◆ TASK REQUIREMENTS ◆
Repeat back the listing below, word for word and in full.
/---
"""Logger files: formats, units, mapping, cleaning, and the guarantee that bad input raises only
InvalidInputError (fuzzed with hypothesis)."""

from __future__ import annotations

import numpy as np
import pytest
from hypothesis import HealthCheck, given, settings
from hypothesis import strategies as st
from numpy.testing import assert_allclose

from procplan.errors import InvalidInputError
from procplan.studies.logger import MAX_BYTES, ColumnMapping, clean_logger, preview_logger, read_logger


def test_seconds_minutes_timestamps_and_fahrenheit():
    d = read_logger("elapsed (s),T1,T2\n0,70.0,69.5\n30,69.0,68.0\n60,68.2,67.1\n")
    assert d.channels == ("T1", "T2")
    assert_allclose(d.frame["time_s"], [0, 30, 60])
    d = read_logger("Zeit [min]\tKern\n0\t74,5\n2,5\t70,25\n")
    assert_allclose(d.frame["time_s"], [0, 150])
    assert_allclose(d.frame["Kern"], [74.5, 70.25])
    d = read_logger("Date Time;Probe\n2024-03-01 10:00:00;20.0\n2024-03-01 10:01:30;19.0\n")
    assert d.mapping.time_unit == "timestamp"
    assert_allclose(d.frame["time_s"], [0, 90])
    # Source: definition of the degree Fahrenheit, T_C = (T_F - 32) * 5/9 (NIST SP 811, B.8): 212 F = 100 C.
    d = read_logger("time_min,core (°F)\n0,212\n1,32\n")
    assert_allclose(d.frame["core (°F)"], [100.0, 0.0], atol=1e-12)


def test_preamble_bom_cp1252_and_explicit_mapping():
    text = "Logger XY-12 serial 0042\nstart 2024-03-01\ntime_s;a;b\n0;1,5;2\n10;1,0;2,5\n"
    pv = preview_logger(text.encode("utf-8-sig"))
    assert pv.header and pv.separator == ";" and pv.decimal == "," and pv.mapping.channels == ("a", "b")
    assert pv.rows.shape == (2, 3)
    d = read_logger(("time_s;Température\n0;3,5\n5;3,0\n").encode("cp1252"))
    assert d.channels == ("Température",)
    m = ColumnMapping("time_s", "min", ("b",), "C")
    d = read_logger(text, m)
    assert d.channels == ("b",) and d.frame["time_s"].tolist() == [0.0, 600.0]
    with pytest.raises(InvalidInputError, match="mapping.channels"):
        read_logger(text, ColumnMapping("time_s", "s", ("zz",)))


def test_clean_sorts_drops_and_flags():
    d = read_logger("t_s,a,b\n0,10,11\n120,8,\n60,9,10\n60,9.1,10\n180,,\n240,7,20\n")
    c = clean_logger(d, jump_K=5.0)
    assert c.frame["time_s"].tolist() == [0.0, 60.0, 120.0, 240.0]
    assert c.jumps["b"] == (240.0,) and c.jumps["a"] == ()
    assert any("dropped" in f for f in c.flags)
    t, v = c.series("b")
    assert t.tolist() == [0.0, 60.0, 240.0]


@pytest.mark.parametrize(
    "bad",
    [
        b"",
        b"\n\n",
        b"just one column\n1\n2\n",
        b"time,a\nx,y\nz,w\n",
        b"time,a\n",
        b"\x00\x01\x02\x03binary,\x00\n",
        b"\x81\x8d\x8f\x90,\x9d\n1,2\n",
        b"time,a\n0,1e400\n1,2\n",
        b"time,a\n0,5000\n1,2\n",
    ],
)
def test_malformed_input_raises_invalid_input(bad):
    with pytest.raises(InvalidInputError):
        read_logger(bad)


def test_huge_input_refused_without_parsing():
    with pytest.raises(InvalidInputError, match="MB"):
        read_logger(b"0,1\n" * (MAX_BYTES // 4 + 1))


@settings(max_examples=150, deadline=None, suppress_health_check=[HealthCheck.too_slow])
@given(st.binary(max_size=400))
def test_fuzz_bytes_only_invalid_input(data):
    try:
        d = read_logger(data)
    except InvalidInputError:
        return
    assert len(d.frame) >= 1 and np.all(np.isfinite(d.frame["time_s"].dropna()))


_cell = st.one_of(
    st.floats(allow_nan=True, allow_infinity=True).map(str),
    st.integers(-(10**6), 10**6).map(str),
    st.text(alphabet="0123456789.,;-:eE T\t\"'°F", max_size=8),
)


@settings(max_examples=150, deadline=None, suppress_health_check=[HealthCheck.too_slow])
@given(
    st.lists(st.lists(_cell, min_size=1, max_size=4), min_size=0, max_size=12),
    st.sampled_from([",", ";", "\t"]),
)
def test_fuzz_tables_only_invalid_input(rows, sep):
    text = "\n".join(sep.join(r) for r in rows) + "\n"
    try:
        d = read_logger(text)
        clean_logger(d)
    except InvalidInputError:
        pass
\---
◆ OUTPUT FOR THIS TASK ◆
"""Logger files: formats, units, mapping, cleaning, and the guarantee that bad input raises only
InvalidInputError (fuzzed with hypothesis)."""

from __future__ import annotations

import numpy as np
import pytest
from hypothesis import HealthCheck, given, settings
from hypothesis import strategies as st
from numpy.testing import assert_allclose

from procplan.errors import InvalidInputError
from procplan.studies.logger import MAX_BYTES, ColumnMapping, clean_logger, preview_logger, read_logger


def test_seconds_minutes_timestamps_and_fahrenheit():
    d = read_logger("elapsed (s),T1,T2\n0,70.0,69.5\n30,69.0,68.0\n60,68.2,67.1\n")
    assert d.channels == ("T1", "T2")
    assert_allclose(d.frame["time_s"], [0, 30, 60])
    d = read_logger("Zeit [min]\tKern\n0\t74,5\n2,5\t70,25\n")
    assert_allclose(d.frame["time_s"], [0, 150])
    assert_allclose(d.frame["Kern"], [74.5, 70.25])
    d = read_logger("Date Time;Probe\n2024-03-01 10:00:00;20.0\n2024-03-01 10:01:30;19.0\n")
    assert d.mapping.time_unit == "timestamp"
    assert_allclose(d.frame["time_s"], [0, 90])
    # Source: definition of the degree Fahrenheit, T_C = (T_F - 32) * 5/9 (NIST SP 811, B.8): 212 F = 100 C.
    d = read_logger("time_min,core (°F)\n0,212\n1,32\n")
    assert_allclose(d.frame["core (°F)"], [100.0, 0.0], atol=1e-12)


def test_preamble_bom_cp1252_and_explicit_mapping():
    text = "Logger XY-12 serial 0042\nstart 2024-03-01\ntime_s;a;b\n0;1,5;2\n10;1,0;2,5\n"
    pv = preview_logger(text.encode("utf-8-sig"))
    assert pv.header and pv.separator == ";" and pv.decimal == "," and pv.mapping.channels == ("a", "b")
    assert pv.rows.shape == (2, 3)
    d = read_logger(("time_s;Température\n0;3,5\n5;3,0\n").encode("cp1252"))
    assert d.channels == ("Température",)
    m = ColumnMapping("time_s", "min", ("b",), "C")
    d = read_logger(text, m)
    assert d.channels == ("b",) and d.frame["time_s"].tolist() == [0.0, 600.0]
    with pytest.raises(InvalidInputError, match="mapping.channels"):
        read_logger(text, ColumnMapping("time_s", "s", ("zz",)))


def test_clean_sorts_drops_and_flags():
    d = read_logger("t_s,a,b\n0,10,11\n120,8,\n60,9,10\n60,9.1,10\n180,,\n240,7,20\n")
    c = clean_logger(d, jump_K=5.0)
    assert c.frame["time_s"].tolist() == [0.0, 60.0, 120.0, 240.0]
    assert c.jumps["b"] == (240.0,) and c.jumps["a"] == ()
    assert any("dropped" in f for f in c.flags)
    t, v = c.series("b")
    assert t.tolist() == [0.0, 60.0, 240.0]


@pytest.mark.parametrize(
    "bad",
    [
        b"",
        b"\n\n",
        b"just one column\n1\n2\n",
        b"time,a\nx,y\nz,w\n",
        b"time,a\n",
        b"\x00\x01\x02\x03binary,\x00\n",
        b"\x81\x8d\x8f\x90,\x9d\n1,2\n",
        b"time,a\n0,1e400\n1,2\n",
        b"time,a\n0,5000\n1,2\n",
    ],
)
def test_malformed_input_raises_invalid_input(bad):
    with pytest.raises(InvalidInputError):
        read_logger(bad)


def test_huge_input_refused_without_parsing():
    with pytest.raises(InvalidInputError, match="MB"):
        read_logger(b"0,1\n" * (MAX_BYTES // 4 + 1))


@settings(max_examples=150, deadline=None, suppress_health_check=[HealthCheck.too_slow])
@given(st.binary(max_size=400))
def test_fuzz_bytes_only_invalid_input(data):
    try:
        d = read_logger(data)
    except InvalidInputError:
        return
    assert len(d.frame) >= 1 and np.all(np.isfinite(d.frame["time_s"].dropna()))


_cell = st.one_of(
    st.floats(allow_nan=True, allow_infinity=True).map(str),
    st.integers(-(10**6), 10**6).map(str),
    st.text(alphabet="0123456789.,;-:eE T\t\"'°F", max_size=8),
)


@settings(max_examples=150, deadline=None, suppress_health_check=[HealthCheck.too_slow])
@given(
    st.lists(st.lists(_cell, min_size=1, max_size=4), min_size=0, max_size=12),
    st.sampled_from([",", ";", "\t"]),
)
def test_fuzz_tables_only_invalid_input(rows, sep):
    text = "\n".join(sep.join(r) for r in rows) + "\n"
    try:
        d = read_logger(text)
        clean_logger(d)
    except InvalidInputError:
        pass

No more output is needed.